Transcriptional Delays and Timing Mechanisms During Development
One correlation which has been established is that highly-expressed genes tend to have short introns (Castillo-Davis et al., 2002), a likely reflection of the selective-pressure on transcriptional economy with respect to very highly expressed genes. Other genes are rich in introns: such as the 2400 kb human dystrophin gene, 99% of which is comprised of introns. The time taken to transcribe this gene into mRNA adds up to about 16 hours (Tennyson et al., 1995). To take another example, consider the Y chromosomal loci of Drosophila, which are extremely long — spanning millions of bases and consisting largely of introns. During the G2 phase of the primary spermatocyte (and only in that phase of that cell lineage) the Y chromosome unfolds to form species-specific nuclear architectures. A locus such as DhDhc7(Y) is transcribed over the course of two to three days to give rise to a ~5,100,000 nucleotide pre-mRNA (see Reugels et al., 2000; Piergentili et al., 2007; and Redhouse et al., 2011).

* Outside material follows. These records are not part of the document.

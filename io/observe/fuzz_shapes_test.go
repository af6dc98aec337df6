package observe

import (
	"strings"
	"testing"
	"unicode/utf8"

	"github.com/google/go-cmp/cmp"
	"github.com/google/go-cmp/cmp/cmpopts"
	"github.com/paulmach/orb"
)

// FuzzReadGeoJSON holds tables of features to what is said of them, and ReadPart, ReadSurvey and Columns to Read.
func FuzzReadGeoJSON(f *testing.F) {
	f.Add(collection(feature(at("1,2,3"), `{"n":1,"of":"a","soil":"x"}`), feature(square, `{"n":"2","soil":[1]}`)), uint8(2), uint8(0))
	f.Add(feature("null", `{"n":1}`)+"\n\x1e"+at("500,4")+square, uint8(0), uint8(2))
	f.Add(`{"crs":{"properties":{"name":"urn:ogc:def:crs:EPSG::32633"}},`+feature(at("1,2"), `{"n":1.5,"soil":null,"z":true}`)[1:], uint8(1), uint8(0))
	f.Add(feature(`{"type":"MultiLineString","coordinates":[[[1,2],[3,4]]]}`, `{"n":"1,5","soil":"\u0000"}`), uint8(1), uint8(1))
	f.Fuzz(func(t *testing.T, text string, kind, axes uint8) {
		want := Request{Kind: Kind(kind % 3), Category: []string{"soil"}, Keep: []string{"of", "z"}, Axes: Axes(axes % 3), NoPlaces: axes&4 > 0, Strict: axes&8 > 0}
		if want.Kind != None {
			want.Response = "n"
		}
		checkShapes(t, " {"+text, want)
	})
}

// FuzzReadGeometryColumn does the same for a table with a column of geometries.
func FuzzReadGeometryColumn(f *testing.F) {
	f.Add("POINT Z (1 2 3)", "polygon((0 0,1 0,1 1,0 0))", uint8(0))
	f.Add("SRID=4326;POINT (1 2)", pointHex, uint8(0))
	f.Add("SRID=32633;POINT EMPTY", "0106000000FFFFFFFF", uint8(2))
	f.Add("LINESTRING(1 2,500 99)", "\"", uint8(1))
	f.Fuzz(func(t *testing.T, first, second string, axes uint8) {
		for _, text := range []string{"soil\tg\tof\na\t" + first + "\t\nb\t" + second + "\t1\n", "soil,g,of\na,\"" + first + "\",\nb,\"" + second + "\",1\n"} {
			checkShapes(t, text, Request{Category: []string{"soil"}, Keep: []string{"of", "z"}, Geometry: "g", Axes: Axes(axes % 3)})
		}
	})
}

// checkShapes reads a text in every way, and checks that the ways agree and that a table is what it should be.
func checkShapes(t *testing.T, text string, want Request) {
	table, err := Read(strings.NewReader(text), "f", want)
	if err != nil {
		if s := err.Error() + hint(err); table != nil || !utf8.ValidString(s) || strings.ContainsAny(s, "\n\r\x00") {
			t.Fatalf("refused with %q and table %v", s, table)
		}
	} else {
		checkRows(t, table, want)
	}
	shared, wholeErr := Whole(strings.NewReader(text), "f")
	if wholeErr == nil {
		part, partErr := ReadPart(shared.All(), want)
		if diff := cmp.Diff(message(err), message(partErr)) + cmp.Diff(table, part, cmpopts.EquateNaNs()); diff != "" {
			t.Fatalf("(-Read +ReadPart):\n%s", diff)
		}
		names, err := Columns(strings.NewReader(text), "f", Format{})
		if diff := cmp.Diff(shared.Columns(), names, cmpopts.EquateEmpty()); diff != "" || err != nil {
			t.Fatalf("%v (-Whole +Columns):\n%s", err, diff)
		}
	} else if err == nil {
		t.Fatalf("Read took what Whole refuses: %v", wholeErr)
	}
	s, err := ReadSurvey(strings.NewReader(text), "f", SurveyRequest{Axes: want.Axes})
	if (err == nil) != (wholeErr == nil) {
		t.Fatalf("a survey ends in %v, and Whole in %v", err, wholeErr)
	}
	if err == nil && s.Shapes != nil {
		rows := s.Shapes.Missing + s.Shapes.Bad
		for _, k := range s.Shapes.Kinds {
			rows += k.Rows
		}
		if rows != s.Rows {
			t.Fatalf("%d geometries in %d rows: %+v", rows, s.Rows, s.Shapes)
		}
	}
}

// checkRows checks the rows and the geometries of a table.
func checkRows(t *testing.T, table *Table, want Request) {
	n := table.Len()
	if n == 0 || n+len(table.Aside) != table.Rows || len(table.Geometry) != n || len(table.Line) != n {
		t.Fatalf("%d rows, %d aside of %d, %d places", n, len(table.Aside), table.Rows, len(table.Geometry))
	}
	x, y := table.XY()
	for i, g := range table.Geometry {
		if want.NoPlaces != (g == nil) {
			t.Fatalf("row %d is at %v", table.Row[i], g)
		}
		if g == nil {
			continue
		}
		if !(x[i]-x[i] == 0) || !(y[i]-y[i] == 0) {
			t.Fatalf("the middle of %v is %g, %g", g, x[i], y[i])
		}
		eachPosition(g, func(p orb.Point) {
			if table.Degrees && (max(p[0], -p[0]) > 360 || max(p[1], -p[1]) > 90) || max(p[0], -p[0], p[1], -p[1]) > 1e9 {
				t.Fatalf("row %d has a position at %v", table.Row[i], p)
			}
		})
	}
	for _, a := range table.Aside {
		if a.Code == "" || a.Reason == "" || strings.ContainsAny(a.sentence(), "\n\r\x00") {
			t.Fatalf("set aside is %+v", a)
		}
	}
}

The time taken to transcribe respective stretches of DNA is not inconsequential to physiological fitness. Indeed, Swinburne and Silver (2010) explain,
Transcriptional delays were first invoked in 1970 while discussing biological timing for lambda phage and their use of long, late operons (Watson, 1970). Recognizing correlations between gene size and developmental timing, David Gubb later noted that the Drosophila Antennapedia (Antp) and Ultrabithorax (Ubx) genes owe their extreme lengths to large introns and formally introduced the intron delay hypothesis (Gubb, 1986). With the knowledge that the development of the fly’s body plan is sensitive to the proper expression of these genes in space and time, Gubb proposed that intron length could function as a time delay and aid the orchestration of gene expression patterns.
The paper further observes,
If intron delays have critical roles during developmental programs, then expression networks that depend on intron delays should be sensitive to perturbation of transcription elongation rates. Phenomena supporting this logic emerged in the genetic system of Danio rerio. The foggy and pandora mutants were identified for defects in both heart and neural development with the additional phenotype of shorter tails (Guo et al., 1999; Stainier et al., 1996). The mutants were mapped to the transcription elongation factors Spt5 and Spt6 (Cooper et al., 2005; Guo et al., 2000; Keegan et al., 2002). The nature of these mutants suggests critical roles for transcription elongation rates in the development of particular tissues and cell types. In the pandora (Spt6) background, researchers found that the transcripts of tbx20 (hrT), which encodes a protein required for heart development, are expressed inappropriately late during development and in the incorrect location when compared with wild-type (Griffin et al., 2000). While the molecular mechanism underlying this correlation might entail transcription initiation, elongation, RNA processing, or some combination thereof, the line of evidence suggests that transcriptional kinetics have important roles during vertebrate development.
Read the full paper for a list of further examples of this phenomenon.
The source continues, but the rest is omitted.